Briere Tina Marie, Tailor Ramesh, Tolani Naresh, Prado Karl, Lane Richard, Woo Shiao, Ha Chul, Gillin Michael T, Beddar A Sam
Department of Radiation Physics, The University of Texas M.D. Anderson Cancer Center, Houston, Texas, U.S.A.
Division of Radiation Oncology, and Division of Radiation Oncology, The University of Texas M.D. Anderson Cancer Center, Houston, Texas, U.S.A.
J Appl Clin Med Phys. 2008 Nov 3;9(4):200-205. doi: 10.1120/jacmp.v9i4.2787.

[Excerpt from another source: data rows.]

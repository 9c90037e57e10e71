import { EngineError, RegressionAccumulator, type SkippedRow } from '../engine';
import type { ResolvedRanges } from './model/choices';
import type { ReadData } from './model/analysis';
import { type BlockHeader, type BlockSources, categoricalInFirstBlock, convertBlock, detectHeader } from './model/blockRows';
import { asCellGrid } from './model/readValues';
import type { StreamedData } from './model/streamedAnalysis';
import { readInBlocks } from './excel/readInBlocks';
import type { CellGrid } from '../engine';

/**
 * Numbers in the model's data past which the pane streams: 250,000 numbers is about what fits in
 * the ~5 MB a cell function can receive in one call, so beyond it a live report could not work
 * and the pane must not hold the data twice either.
 */
export const STREAM_THRESHOLD = 250_000;

export type PaneData = { kind: 'cells'; data: ReadData } | { kind: 'streamed'; data: StreamedData; dataRows: number };

export function numbersInModel(ranges: ResolvedRanges): number {
  const rows = ranges.response.bottom - ranges.response.top + 1;
  return rows * (1 + ranges.predictorColumns.length + (ranges.weights === undefined ? 0 : 1));
}

export function isLarge(ranges: ResolvedRanges): boolean {
  return numbersInModel(ranges) > STREAM_THRESHOLD;
}

/**
 * Reads the chosen columns block by block. Small data are gathered into the grids the in-memory
 * analysis has always used; large data go block by block into the accumulator and are dropped.
 */
export async function readData(
  ranges: ResolvedRanges,
  progress: (read: number, total: number) => void,
  signal: AbortSignal,
  stream = isLarge(ranges),
): Promise<PaneData> {
  const sources: BlockSources = { response: ranges.response, predictors: ranges.predictorColumns, weights: ranges.weights };
  return stream ? readStreamed(sources, progress, signal) : readCells(sources, progress, signal);
}

async function readCells(sources: BlockSources, progress: (read: number, total: number) => void, signal: AbortSignal): Promise<PaneData> {
  const response: CellGrid[number][] = [];
  const predictors: CellGrid[number][][] = sources.predictors.map(() => []);
  const weights: CellGrid[number][] = [];
  await readInBlocks(
    sources,
    {
      block: (values) => {
        response.push(...asCellGrid(values.response));
        values.predictors.forEach((column, j) => predictors[j].push(...asCellGrid(column)));
        if (values.weights !== undefined) weights.push(...asCellGrid(values.weights));
      },
      progress,
    },
    signal,
  );
  return { kind: 'cells', data: { response, predictorColumns: predictors, weights: sources.weights === undefined ? undefined : weights, sources } };
}

async function readStreamed(sources: BlockSources, progress: (read: number, total: number) => void, signal: AbortSignal): Promise<PaneData> {
  const total = sources.response.bottom - sources.response.top + 1;
  // Always with the intercept column: models without it, or in another order, are derived from R.
  const accumulator = new RegressionAccumulator(sources.predictors.length, true, sources.weights !== undefined);
  let header: BlockHeader | undefined;
  let skipped = 0;
  const skippedExamples: SkippedRow[] = [];
  await readInBlocks(
    sources,
    {
      block: (values, offset) => {
        if (header === undefined) {
          header = detectHeader(values, sources, total);
          const categorical = categoricalInFirstBlock(values, header);
          if (categorical !== undefined) throw new EngineError('bad-value', categorical);
        }
        const converted = convertBlock(values, sources, header, offset);
        accumulator.addBlock(converted.block);
        skipped += converted.skipped;
        skippedExamples.push(...converted.skippedExamples.slice(0, 5 - skippedExamples.length));
      },
      progress,
    },
    signal,
  );
  const accumulated = accumulator.result();
  if (header === undefined || accumulated.n === 0) {
    throw new EngineError('no-rows', 'No complete rows: every row has a blank or #N/A in the response, a predictor or a weight.');
  }
  return { kind: 'streamed', data: { header, accumulated, skipped, skippedExamples }, dataRows: total - (header.hasHeader ? 1 : 0) };
}
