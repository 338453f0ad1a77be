import { beforeEach, describe, expect, it, vi } from 'vitest'
import { createPinia, setActivePinia } from 'pinia'
import { aMember, errorResponse, jsonResponse, sessionOf } from '@/testing/fixtures'
import { useAuthStore } from './auth'

const coordinator = aMember('coordinator')

describe('auth store', () => {
  beforeEach(() => {
    setActivePinia(createPinia())
    localStorage.clear()
    sessionStorage.clear()
  })

  it('keeps the access token in memory only', async () => {
    vi.stubGlobal('fetch', async () => jsonResponse(200, sessionOf(coordinator)))
    const auth = useAuthStore()

    await auth.signIn({ email: coordinator.email, password: 'a long enough password' })

    expect(auth.token).toBe('token-for-coordinator')
    expect(auth.user).toEqual(coordinator)
    expect(localStorage.length).toBe(0)
    expect(sessionStorage.length).toBe(0)
    expect(document.cookie).toBe('')
  })

  it('ends the local session on sign-out even when the server cannot be reached', async () => {
    vi.stubGlobal('fetch', async (url: string) =>
      url === '/api/auth/login' ? jsonResponse(200, sessionOf(coordinator)) : Promise.reject(new TypeError('Failed to fetch')),
    )
    const auth = useAuthStore()
    await auth.signIn({ email: coordinator.email, password: 'a long enough password' })

    await expect(auth.signOut()).rejects.toMatchObject({ code: 'network_error' })
    expect(auth.isSignedIn).toBe(false)
    expect(auth.token).toBeNull()
  })

  it('starts signed out when the server fails while resuming the session', async () => {
    vi.stubGlobal('fetch', async () => errorResponse(503, 'unavailable', 'Database is starting'))
    const auth = useAuthStore()

    await expect(auth.restore()).resolves.toBeUndefined()
    expect(auth.isSignedIn).toBe(false)
  })

  it('updates the signed-in member only with their own record', async () => {
    vi.stubGlobal('fetch', async () => jsonResponse(200, sessionOf(coordinator)))
    const auth = useAuthStore()
    await auth.restore()

    auth.replaceUser(aMember('designer', { name: 'Someone Else' }))
    expect(auth.user?.name).toBe(coordinator.name)
    auth.replaceUser({ ...coordinator, name: 'Priya Calder-Ngata' })
    expect(auth.user?.name).toBe('Priya Calder-Ngata')
  })
})
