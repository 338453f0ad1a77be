/**
 * What differs between two versions of a design document, leaf by leaf, for the "someone else
 * saved first" dialog. Array items that carry an `id` are matched by it, so a removed string does
 * not make every later one look changed.
 */

export interface DocumentChange {
  /** e.g. `topology.runs[R3].lengthFt` */
  path: string
  /** Value in the version both sides started from; undefined when the field is new. */
  before: unknown
  /** Value in the other person's saved version; undefined when they removed it. */
  theirs: unknown
  /** Value in this editor now. */
  mine: unknown
}

type Leaves = Map<string, unknown>

const hasId = (value: unknown): value is { id: string } =>
  typeof value === 'object' && value !== null && typeof (value as { id?: unknown }).id === 'string'

function collectLeaves(value: unknown, path: string, into: Leaves): Leaves {
  if (Array.isArray(value)) {
    if (value.length === 0) into.set(path, '[]')
    value.forEach((item, index) => collectLeaves(item, `${path}[${hasId(item) ? item.id : index}]`, into))
  } else if (typeof value === 'object' && value !== null) {
    for (const [key, item] of Object.entries(value)) collectLeaves(item, path ? `${path}.${key}` : key, into)
  } else {
    into.set(path, value)
  }
  return into
}

export function leavesOf(document: unknown): Leaves {
  return collectLeaves(document, '', new Map())
}

/** Every field the other save changed from the common starting point, with what this editor holds. */
export function changesBySomeoneElse(before: unknown, theirs: unknown, mine: unknown): DocumentChange[] {
  const base = leavesOf(before)
  const other = leavesOf(theirs)
  const own = leavesOf(mine)
  const paths = new Set([...base.keys(), ...other.keys()])
  const changes: DocumentChange[] = []
  for (const path of paths) {
    if (base.get(path) !== other.get(path)) changes.push({ path, before: base.get(path), theirs: other.get(path), mine: own.get(path) })
  }
  return changes.sort((a, b) => a.path.localeCompare(b.path))
}

/** How many fields this editor changed since the common starting point. */
export function countOwnChanges(before: unknown, mine: unknown): number {
  const base = leavesOf(before)
  const own = leavesOf(mine)
  let count = 0
  for (const path of new Set([...base.keys(), ...own.keys()])) if (base.get(path) !== own.get(path)) count++
  return count
}
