import nodemailer, { type Transporter } from 'nodemailer'
import type { Logger } from 'pino'
import type { MailConfig } from '../config'

export interface OutgoingMail {
  to: string
  subject: string
  text: string
  html: string
  /** Extra headers, e.g. the category for the mail catcher and for filters in mail clients. */
  headers?: Record<string, string>
}

/** Sends mail over SMTP as configured; with no SMTP_HOST it logs each mail and drops it. */
export class Mailer {
  private transport?: Transporter

  constructor(
    private readonly config: MailConfig,
    private readonly logger: Logger,
  ) {}

  /** True when sent, false when dropped for want of an SMTP server. A refusal by the server throws, so the job retries. */
  async send(mail: OutgoingMail): Promise<boolean> {
    if (!this.config.smtpHost) {
      this.logger.info({ to: mail.to, subject: mail.subject }, 'SMTP_HOST is not set: the mail is logged here and dropped')
      return false
    }
    this.transport ??= nodemailer.createTransport({
      host: this.config.smtpHost,
      port: this.config.smtpPort,
      secure: this.config.smtpSecure,
      auth: this.config.smtpUser ? { user: this.config.smtpUser, pass: this.config.smtpPass ?? '' } : undefined,
    })
    await this.transport.sendMail({ from: this.config.from, ...mail })
    return true
  }

  close(): void {
    this.transport?.close()
    this.transport = undefined
  }
}
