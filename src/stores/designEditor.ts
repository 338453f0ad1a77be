import { computed, ref, shallowRef, watch } from 'vue'
import { defineStore } from 'pinia'
import { evaluateDocument, type Evaluation } from '@shared/electrical/evaluate'
import type { EngineIssue } from '@shared/electrical/types'
import type { DesignDocument } from '@shared/schemas/design'
import { designsApi } from '@/api/designs'
import { ApiError } from '@/api/errors'
import type { DesignDto, ServerEvaluation } from '@/api/types'
import { changesBySomeoneElse, countOwnChanges, type DocumentChange } from './designChanges'

/** Pause after the last keystroke before the live results are computed again [ms]. */
export const LIVE_RESULTS_PAUSE_MS = 250

/** Someone else saved the design after this editor loaded it. */
export interface DesignConflict {
  theirs: DesignDto
  changes: DocumentChange[]
  ownChangeCount: number
}

export type SaveOutcome = 'saved' | 'conflict' | 'rejected'

// the document is plain JSON; a JSON copy also sheds the reactive proxies nested inside it
const copy = (document: DesignDocument): DesignDocument => JSON.parse(JSON.stringify(document)) as DesignDocument

/**
 * The design being edited: the working document, the version it was read at, the live results
 * of the shared engine (recomputed a moment after each change) and the result the server keeps.
 */
export const useDesignEditorStore = defineStore('design-editor', () => {
  const projectId = ref<string | null>(null)
  const document = ref<DesignDocument | null>(null)
  /** The document as last loaded or saved: what "unsaved changes" are measured against. */
  const baseline = shallowRef<DesignDocument | null>(null)
  /** null until the project's first design is saved. */
  const version = ref<number | null>(null)
  const live = shallowRef<Evaluation | null>(null)
  const server = shallowRef<ServerEvaluation | null>(null)
  const conflict = shallowRef<DesignConflict | null>(null)
  /** Field messages of the last refused save, keyed by document path. */
  const saveProblems = shallowRef<{ message: string; fields: { field: string; message: string }[] } | null>(null)
  const saving = ref(false)
  const checking = ref(false)

  const baselineJson = computed(() => (baseline.value ? JSON.stringify(baseline.value) : ''))
  const dirty = computed(() => document.value !== null && (version.value === null || JSON.stringify(document.value) !== baselineJson.value))

  let timer: ReturnType<typeof setTimeout> | undefined
  function evaluateNow(): void {
    clearTimeout(timer)
    live.value = document.value ? evaluateDocument(copy(document.value)) : null
  }
  watch(
    document,
    () => {
      clearTimeout(timer)
      timer = setTimeout(evaluateNow, LIVE_RESULTS_PAUSE_MS)
    },
    { deep: true },
  )

  function adopt(design: DesignDto): void {
    document.value = copy(design.document)
    baseline.value = copy(design.document)
    version.value = design.version
    if (server.value && server.value.designVersion !== design.version) server.value = null
    saveProblems.value = null
    evaluateNow()
  }

  /** A project with a saved design. */
  function open(id: string, design: DesignDto): void {
    projectId.value = id
    server.value = null
    conflict.value = null
    adopt(design)
  }

  /** A project's first design, not saved yet. */
  function start(id: string, starter: DesignDocument): void {
    projectId.value = id
    document.value = copy(starter)
    baseline.value = copy(starter)
    version.value = null
    server.value = null
    conflict.value = null
    saveProblems.value = null
    evaluateNow()
  }

  function close(): void {
    clearTimeout(timer)
    projectId.value = null
    document.value = null
    baseline.value = null
    version.value = null
    live.value = null
    server.value = null
    conflict.value = null
    saveProblems.value = null
  }

  /** Engine issues about one field of the document (exact path or anything under it). */
  function issuesAt(path: string): EngineIssue[] {
    return (live.value?.issues ?? []).filter((issue) => issue.field === path || issue.field.startsWith(`${path}.`) || issue.field.startsWith(`${path}[`))
  }

  async function save(): Promise<SaveOutcome> {
    const id = projectId.value
    if (!id || !document.value || saving.value) return 'rejected'
    saving.value = true
    saveProblems.value = null
    try {
      adopt(await designsApi.save(id, version.value, copy(document.value)))
      return 'saved'
    } catch (error) {
      if (!(error instanceof ApiError)) throw error
      if (error.status === 409 && baseline.value) {
        const theirs = await designsApi.get(id)
        conflict.value = {
          theirs,
          changes: changesBySomeoneElse(baseline.value, theirs.document, document.value),
          ownChangeCount: countOwnChanges(baseline.value, document.value),
        }
        return 'conflict'
      }
      saveProblems.value = { message: error.message, fields: [...error.fields] }
      return 'rejected'
    } finally {
      saving.value = false
    }
  }

  /** Drop this editor's changes and take the other person's saved version. */
  function reloadTheirs(): void {
    if (!conflict.value) return
    adopt(conflict.value.theirs)
    conflict.value = null
  }

  /** Keep editing on top of the other person's version: the next save replaces it with this document. */
  function keepMine(): void {
    const theirs = conflict.value?.theirs
    if (!theirs) return
    version.value = theirs.version
    baseline.value = copy(theirs.document)
    conflict.value = null
  }

  /** Runs the engine on the server over the stored design; the result that is kept and printed. */
  async function checkOnServer(): Promise<void> {
    const id = projectId.value
    if (!id || dirty.value) return
    checking.value = true
    try {
      server.value = await designsApi.evaluate(id)
    } finally {
      checking.value = false
    }
  }

  return {
    projectId, document, baseline, version, live, server, conflict, saveProblems, saving, checking, dirty,
    open, start, close, evaluateNow, issuesAt, save, reloadTheirs, keepMine, checkOnServer,
  }
})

We studied the usefulness of a new type of solid-state detector, the OneDose single-use MOSFET (metal oxide semiconductor field effect transistor) dosimeter, for entrance dose measurements for total body irradiation (TBI). The factory calibration factors supplied by the manufacturer are applicable to conventional radiotherapy beam arrangements and therefore may not be expected to be valid for TBI dosimetry because of the large field sizes and extended source-to-axis distances used. OneDose detectors were placed under a 1-cm thick bolus at the head, neck, and umbilicus of 9 patients undergoing TBI procedures. Thermoluminescent dosimeters (TLDs) were placed beside the detectors. We found that the OneDose readings differed from the TLD readings by 4.6% at the head, 1.7% at the neck, and 3.9% at the umbilicus, with corresponding standard deviations of 3.9%, 2.2%, and 2.7%. For all patient measurements, 95% of the OneDose readings fell within 3.3% +/- 6.0% of the TLD readings. Anthropomorphic phantom measurements showed differences of -0.1% at the neck and -1.2% midway between the phantom's carina and umbilicus. Our results suggest that these detectors could be used for TBI quality assurance monitoring, although TLDs should remain the standard when critical dose measurements are performed. If OneDose detectors are to be used for TBI, the use of more than one at each location is strongly recommended. Because the detectors are designed for single use, they cannot be individually calibrated. However, to obtain institution-specific correction factors for better applicability to TBI dosimetry, measurements of several detectors taken from a particular lot could also be obtained in phantom with the TBI geometry configurations used for patient treatment.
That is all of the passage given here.